That time Poland was wearing a short skirt

1939-1

The year wouldn’t go past without Vladimir Putin managing to again eschew any role in starting the Second World War and instead blaming Poland for getting invaded:

Speaking at a gathering of former Soviet states in Saint Petersburg on Friday, Putin condemned a recent European Parliament resolution that blamed the 1939 Ribbentrop-Molotov Pact – a non-aggression treaty between Nazi Germany and the Soviet Union – for the outbreak of the war.

Putin pointed out that other countries, such as Britain, France and Poland, had previously signed agreements with Germany in an attempt to appease Hitler.

“The Soviet Union was the last [country] to sign a non-aggression pact with Hitler,” said Putin, quoted by Associated Press. But now some are trying to “shift the blame for unleashing World War II from the Nazis to Communists”.

The Russian president argued that it was actually the Munich Agreement of 1938 that “opened Hitler’s path to the east and became the reason for the start of World War Two”, reports Polish broadcaster Radio Zet. He also pointed to Polish negotiations with the Third Reich, saying that the leaders who conducted these talks “exposed the Polish nation to the German war machine”.

Putin then argued that when the Soviet Union occupied the eastern half of Poland two weeks after the German invasion in September 1939, this “saved the lives of a large number of local people, especially Jews, because later the population would be exterminated by the Nazis”. He also claimed that the occupation was necessary because the “Polish government had lost control of the country”.

It’s true that it took a lot of actions (and inactions) by a lot of actors to help Hitler on a path to a total war and it’s also true that many countries other than the Soviet Union had signed non-aggression pacts with the Nazi Germany. But, as I and many others have pointed out ad nauseam in the past, the Ribbentrop-Molotov pact was the only of the lot where the two signatories not only committed to not attack each other but also agreed to participate in an invasion and dismemberment of a sovereign state they both deeply despised (as Molotov reported to the Supreme Soviet by the end of September 1939, “A short blow by the German army, and subsequently by the Red Army, was enough for nothing to be left of this bastard of the Treaty of Versailles”.) In fact, the secret protocols of the Pact, the existence of which the Soviet Union kept denying until almost its very end, allowed Stalin not only to annex the eastern Poland but also the three other independent states of Lithuania, Latvia and Estonia, as well as parts of Romania and Finland.

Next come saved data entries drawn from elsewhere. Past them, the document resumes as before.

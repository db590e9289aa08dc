"""Lead fields in files: written and read as .npz, .mat (version 5) or HDF5 (.h5, .hdf5), the same arrays in each.

    schema              1, the version of this list
    frame               "head": right-anterior-superior, origin midway between LPA and RPA, x towards RPA, z normal to
                        the plane of LPA, RPA and NAS
    position_unit       "m"
    channel_names       (n_channels) texts, all different
    channel_kinds       (n_channels) "electrode", "magnetometer" or "gradiometer"
    channel_units       (n_channels) "V/(A m)" for electrodes, "T/(A m)" for the others
    channel_positions   (n_channels, 3)
    channel_axes        (n_channels, 3) unit, zeros for electrodes
    source_positions    (n_sources, 3)
    source_normals      (n_sources, 3) unit, out of the cortex
    source_areas        (n_sources) m²
    gain                (n_channels, n_sources) for dipoles along the normals, or (n_channels, n_sources, 3) for free
                        ones, components in the head frame

Electric rows may have any constant added to them per source: a common reference is projected out. In .mat files texts
are char matrices, one row each (char(names) in MATLAB), and vectors may be rows or columns.
"""

from __future__ import annotations

import os
import tempfile
from collections.abc import Callable
from dataclasses import dataclass, fields
from pathlib import Path

import numpy as np

from layout.errors import FileError
from layout.physics.lead_field_hdf5 import read_hdf5, write_hdf5
from layout.physics.lead_field_mat import read_mat, write_mat
from layout.physics.lead_field_npz import read_npz, write_npz

SCHEMA = 1
FRAME, POSITION_UNIT = "head", "m"
UNIT_OF_KIND = {"electrode": "V/(A m)", "magnetometer": "T/(A m)", "gradiometer": "T/(A m)"}
UNIT_TOLERANCE = 1e-3  # of the length of an axis or a normal
# Texts are given as so many rows of n numbers, or of texts.
SHAPES = {
    "channel_names": ("n",),
    "channel_kinds": ("n",),
    "channel_units": ("n",),
    "channel_positions": ("n", 3),
    "channel_axes": ("n", 3),
    "source_positions": ("m", 3),
    "source_normals": ("m", 3),
    "source_areas": ("m",),
}
LARGEST = {
    "gain": (1e9, "in V/(A m) or T/(A m), at most 1e9"),  # a dipole's potential at 15 µm in brain
    "channel_positions": (1.0, "in metres, within 1 m of the origin"),
    "source_positions": (1.0, "in metres, within 1 m of the origin"),
    "channel_axes": (2.0, "unit vectors (zeros for electrodes)"),
    "source_normals": (2.0, "unit vectors"),
    "source_areas": (1.0, "in square metres, at most 1"),
}
FORMATS: dict[str, tuple[Callable, Callable]] = {
    ".npz": (read_npz, write_npz),
    ".mat": (read_mat, write_mat),
    ".h5": (read_hdf5, write_hdf5),
    ".hdf5": (read_hdf5, write_hdf5),
}


@dataclass(frozen=True)
class LeadFieldArrays:
    """A lead field with all that is needed to use it; names, shapes and units as in the files, see the module."""

    gain: np.ndarray
    channel_names: tuple[str, ...]
    channel_kinds: tuple[str, ...]
    channel_positions: np.ndarray
    channel_axes: np.ndarray
    source_positions: np.ndarray
    source_normals: np.ndarray
    source_areas: np.ndarray


def write_lead_field(path: Path, arrays: LeadFieldArrays) -> None:
    """The arrays to a file of the kind that its ending names; nothing half-written is left behind.

    Raises FileError for another ending or a place that cannot be written.
    """
    path = Path(path)
    _, write = _format(path)
    values: dict[str, object] = {
        "schema": np.int64(SCHEMA),
        "frame": FRAME,
        "position_unit": POSITION_UNIT,
        "channel_units": tuple(UNIT_OF_KIND[kind] for kind in arrays.channel_kinds),
    }
    values |= {field.name: getattr(arrays, field.name) for field in fields(LeadFieldArrays)}
    try:
        handle, beside = tempfile.mkstemp(dir=path.parent, prefix=".lead-field-", suffix=path.suffix)
        os.close(handle)
        try:
            write(Path(beside), values)
            os.replace(beside, path)
        except BaseException:
            Path(beside).unlink(missing_ok=True)
            raise
    except OSError as problem:
        raise FileError(f"{path}: must be a place that can be written, but {problem.strerror or problem}") from None


def read_lead_field(path: Path) -> LeadFieldArrays:
    """A lead field from a file of the kind that its ending names.

    The file is not trusted: nothing in it is executed, sizes are checked before anything is read. Raises FileError, in
    one sentence, for a missing, damaged, oversized or foreign file, a missing array, a wrong shape, kind, unit or
    frame, values that are not finite, axes that are not unit vectors.
    """
    path = Path(path)
    read, _ = _format(path)
    if not path.is_file():
        raise FileError(f"{path}: must exist and be a file, but there is no such file")
    wanted = {"schema": "number", "frame": "text", "position_unit": "text", "gain": "array"}
    wanted |= {
        name: "texts" if len(shape) == 1 and name != "source_areas" else "array" for name, shape in SHAPES.items()
    }
    found = read(path, wanted)
    for name, value in (("schema", SCHEMA), ("frame", FRAME), ("position_unit", POSITION_UNIT)):
        if found[name] != value:
            raise FileError(f"{path}: {name} must be {value!r}, but {_shown(found[name])} was given")
    _check_shapes(path, found)
    _check_values(path, found)
    return LeadFieldArrays(**{field.name: found[field.name] for field in fields(LeadFieldArrays)})


def check_lead_field_file(path: Path) -> None:
    """Raises FileError where the name's ending is no kind of lead field, or a folder has that name."""
    _format(path)
    if path.is_dir():
        raise FileError(f"{path}: a lead field must be a file, but a folder of this name was given")


def _format(path: Path) -> tuple[Callable, Callable]:
    known = FORMATS.get(path.suffix.lower())
    if known is None:
        raise FileError(f"{path}: a lead field's file must end in {', '.join(FORMATS)}, but {path.suffix!r} was given")
    return known


def _shown(value: object) -> str:
    text = repr(value)
    return text if len(text) <= 60 else text[:59] + "…"


def _check_shapes(path: Path, found: dict) -> None:
    gain = found["gain"]
    if gain.ndim not in (2, 3) or (gain.ndim == 3 and gain.shape[2] != 3) or gain.size == 0:
        raise FileError(
            f"{path}: gain must have the shape (n_channels, n_sources) or (n_channels, n_sources, 3), but {gain.shape} "
            "was given"
        )
    sizes = {"n": gain.shape[0], "m": gain.shape[1]}
    for name, shape in SHAPES.items():
        wanted = tuple(sizes.get(part, part) for part in shape)
        value = found[name]
        if isinstance(value, np.ndarray) and len(shape) == 1 and value.ndim == 2 and 1 in value.shape:
            found[name] = value = value.ravel()
        given = value.shape if isinstance(value, np.ndarray) else (len(value),)
        if given != wanted:
            raise FileError(
                f"{path}: {name} must have the shape {wanted} to go with a gain of {gain.shape}, but {given} was given"
            )


def _check_values(path: Path, found: dict) -> None:
    for name in ("gain", *SHAPES):
        if isinstance(found[name], np.ndarray) and not np.isfinite(found[name]).all():
            raise FileError(f"{path}: {name} must have finite values only, but nan or inf was given")
    names, kinds = found["channel_names"], found["channel_kinds"]
    if len(set(names)) < len(names):
        twice = next(name for name in names if names.count(name) > 1)
        raise FileError(f"{path}: channel_names must all differ, but {_shown(twice)} was given twice")
    for kind, unit in zip(kinds, found["channel_units"], strict=True):
        if kind not in UNIT_OF_KIND:
            raise FileError(f"{path}: channel_kinds must be {', '.join(UNIT_OF_KIND)}, but {_shown(kind)} was given")
        if unit != UNIT_OF_KIND[kind]:
            raise FileError(
                f"{path}: channel_units must be {UNIT_OF_KIND[kind]!r} for a channel that is a {kind}, but "
                f"{_shown(unit)} was given"
            )
    for name, (largest, rule) in LARGEST.items():
        most = np.abs(found[name]).max()
        if most > largest:
            raise FileError(f"{path}: {name} must be {rule}, but {most:g} was given")
    lengths = np.linalg.norm(found["channel_axes"], axis=1)
    expected = np.array([0.0 if kind == "electrode" else 1.0 for kind in kinds])
    _check_lengths(path, "channel_axes", lengths, expected, "unit vectors (zeros for electrodes)")
    lengths = np.linalg.norm(found["source_normals"], axis=1)
    _check_lengths(path, "source_normals", lengths, np.ones_like(lengths), "unit vectors")
    if (found["source_areas"] <= 0).any():
        worst = found["source_areas"].min()
        raise FileError(f"{path}: source_areas must be greater than 0, but {worst:g} was given")


def _check_lengths(path: Path, name: str, lengths: np.ndarray, expected: np.ndarray, rule: str) -> None:
    off = np.abs(lengths - expected)
    worst = int(np.argmax(off))
    if off[worst] > UNIT_TOLERANCE:
        raise FileError(f"{path}: {name} must be {rule}, but row {worst + 1} has the length {lengths[worst]:.6g}")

Poland indeed signed a non-aggression pact with Germany in 1934 – but she also signed one with the Soviet Union in 1932. The Polish state has been cursed with perhaps the worst location in Europe, being stuck between Prussia/Germany, with their thousand-year history of trying to colonies the Slavic east, and Russia, with its five hundred-year history of trying to expand west into central Europe. Both great powers have indeed partitioned Poland between them three times in 1772, 1793 and 1795 out of existence until the end of the First World War. This geopolitical nightmare has arguably reached its nadir in the 1930s, with both neighbours now animated not simply by imperialist impulses but by genocidal totalitarian ideologies. The First Polish Republic tried to steer the middle course to the extent it was possible, knowing that both Germany and the Soviet Union desired its renewed extinction and either was potentially capable of achieving it alone, much less in combination. Thus the two non-aggression pacts, but no alliances with either because even “friendship” with a totalitarian great power would mean a gradual loss of independence and an eventual absorption into the respective evil empire. Thus, Poland would neither befriend Germany and potentially allow its troops passage to the Soviet border nor the Soviet Union and potentially allow the Red Army to enter its territory on the way to the German border. As Putin alludes to, such talks with both – not just Germany – continued almost right until the outbreak of war, but nothing had ever come of it since it was clear to Poland’s military rulers in the 1930s that both guests once invited, even if for transit, would linger and stay. And so Poland found itself in an unenviable and in the end unsustainable position of trying to balance Germany and Russia while hoping that some great outside events would solve either or both of the problems. In the end the German problem was indeed solved by 1945 and the Soviet by 1989 but not before six million dead, utter devastation, shift in borders and ethnic composition and the effective loss of independence for decades throughout the Cold War.

To argue that through all this Poland has somehow invited the aggression of her neighbours is completely unbecoming of a serious political figure in the 21st century. That Putin, embodying the Russian state and dictating its corporate memory, continues to refuse to face the past and instead recycles all the imperial and communist eras tropes and excuses is shameful and dangerous.